Limited seats might be open to public for sessions on February 8th, 2018.  Please contact Prof. Huang at qiang.huang@usc.edu for more information.

Thursday, June 29, 2017

PhD student He Luan works at summer intern at HP Labs on 3D Printing

https://newsblog.ext.hp.com/t5/HP-newsroom-blog/Summer-2017-interns-at-HP-Labs-He-Luan/ba-p/981


As an undergraduate majoring in robotics and intelligent systems at the University of Science and Technology of China, He Luan was introduced to a new but fast growing engineering field: 3D printing. “It gave me an idea of how revolutionary 3D printing could become in terms of how we make things and also what the challenges were to improving it,” she recalls. The insight spurred Luan to enroll in the Ph.D. program in industrial and systems engineering at the University of Southern California, where she specializes in applying data and statistical learning to 3D printing research and applies knowledge gained from her studies in USC’s computer science master’s degree program.
HP: What’s your HP Labs research project this summer?
A major initiative in the Print Adjacencies and 3D Lab explores ways to analyze job data and data from heat sensors in HP’s 3D printers to predict how well the printing process is working and then asks how we can use those predictions to optimize the process. As part of that effort, I’m applying deep learning to these data sets and exploring different neutral network architectures to predict the thermal behavior of each layer of material as it is printed. If we are successful, our goal is to use this model to make the machines print even more precisely than they can at present.
HP: How has it been going so far? 
I’m in my sixth week of fourteen and I have an outline for what I hope to achieve and a plan for getting there. The data source is very rich and there’s deep science inside our printing physics, so it’s a challenge. We are actually designing our own neutral network architectures.  We’ve done some preliminary tests.
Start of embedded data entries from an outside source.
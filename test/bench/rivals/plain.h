/*
 * The same spectrum as one writes it down from the textbook: wavelength by wavelength, Fresnel coefficients, the recursion
 * G = (r + P) / (1 + r P), the C library's sine, cosine and exponential, real and imaginary parts by hand. What a scientist's C
 * is before anybody lays it out for vector instructions.
 */
static void root(double n, double k, double along, double *re, double *im) {
  double a = n * n - k * k - along, b = -2 * n * k, size = sqrt(a * a + b * b);
  if (size < SMALLEST) { *re = sqrt(SMALLEST); *im = 0; }
  else if (a >= 0) { *re = sqrt((size + a) / 2); *im = b / (2 * *re); }
  else { *im = -sqrt((size - a) / 2); *re = -b / (2 * -*im); }
}

static __attribute__((noipa)) void plain(const double *d, double *to) {
  for (int i = 0; i < waves; i++) {
    double re[MOST_LAYERS + 2], im[MOST_LAYERS + 2], er[MOST_LAYERS], ei[MOST_LAYERS], sum = 0;
    double s = incidence[i] * sin(angle[angles == 1 ? 0 : i]), along = s * s;
    int shown = 0;
    for (int j = 0; j < layers + 2; j++) {
      double nn = j ? n[(j - 1) * padded + i] : incidence[i], kk = j ? k[(j - 1) * padded + i] : 0;
      if (along == 0) { re[j] = nn; im[j] = -kk; }
      else root(nn, kk, along, &re[j], &im[j]);
    }
    for (int j = 0; j < layers; j++) {
      double c = 4 * M_PI * d[j] / wave[i], size = im[j + 1] == 0 ? 1 : exp(c * im[j + 1]), sine, cosine;
      sincos(c * re[j + 1], &sine, &cosine);
      er[j] = size * cosine;
      ei[j] = -size * sine;
    }
    for (int p = !use_s && along != 0; p <= (use_p && along != 0); p++) {
      double gr = 0, gi = 0;
      for (int j = layers; j >= 0; j--) {
        double ar = re[j], ai = im[j], br = re[j + 1], bi = im[j + 1];
        if (p) {
          double na = j ? n[(j - 1) * padded + i] : incidence[i], ka = j ? k[(j - 1) * padded + i] : 0;
          double nb = n[j * padded + i], kb = k[j * padded + i];
          double ea = na * na - ka * ka, fa = -2 * na * ka, eb = nb * nb - kb * kb, fb = -2 * nb * kb;
          double tr = ea * br - fa * bi, ti = ea * bi + fa * br;
          br = eb * ar - fb * ai;
          bi = eb * ai + fb * ar;
          ar = tr;
          ai = ti;
        }
        double dr = ar + br, di = ai + bi, size = dr * dr + di * di, ur = ar - br, ui = ai - bi;
        double rr = (ur * dr + ui * di) / size, ri = (ui * dr - ur * di) / size;
        if (j == layers) { gr = rr; gi = ri; continue; }
        double pr = gr * er[j] - gi * ei[j], pi = gr * ei[j] + gi * er[j];
        double hr = 1 + rr * pr - ri * pi, hi = rr * pi + ri * pr;
        size = hr * hr + hi * hi;
        gr = ((rr + pr) * hr + (ri + pi) * hi) / size;
        gi = ((ri + pi) * hr - (rr + pr) * hi) / size;
      }
      sum += gr * gr + gi * gi;
      shown++;
    }
    to[i] = sum / shown;
  }
}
So far so good.  
HP: What’s the value of using deep learning here? 
We are trying to predict thermal behavior using models derived from physical sciences. The challenge is that thermal behavior in a 3D printer is incredibly complex. Other HP research teams are running a lot of experiments to help us to uncover the underlying interactions, and thanks to our collaborators in HP’s 3D printing business unit, we have great access to that data. Deep learning allows us to examine all the different data sources and automate the discovery process for the underlying inter-connectivity between different factors. By applying deep learning to the data, we’re hoping to reveal information patterns that allow us to predict thermal behavior and help us to build even more accurate physical models.
HP: What is the biggest challenge you face in doing this work?
Our problem is a bit different from a typical deep learning problem like video prediction, for example. In our case the predictions we come up with have to be very high resolution – at the scale of a prediction per voxel (the 3D equivalent of a pixel). That’s not always something you need in a typical deep learning application - when it can be enough just to be pointed in a better direction. Like most recurrent neutral network problems, we have both tempo and spatial components. Our system is different in that we have external spatial excitations in the form of agent amount data flowing to the printheads. To attack that, our “Big Idea” is to generate a new, scalable network structure. We may write an invention disclosure by the end of summer if we have good results.
HP: How does your HP work relate to your academic research?
My Ph.D. advisor has been collaborating with HP. In fact, he is visiting HP’s 3D printing group in Barcelona next month. My dissertation is looking at ways to improve geometric accuracy, or what we call geometrical fidelity control, in 3D printing. This is one of the leading problems that HP is interested in. I am definitely hoping to continue working with HP Labs after my internship.  I’d love to help some of the ideas we cook up over the summer find their way into products.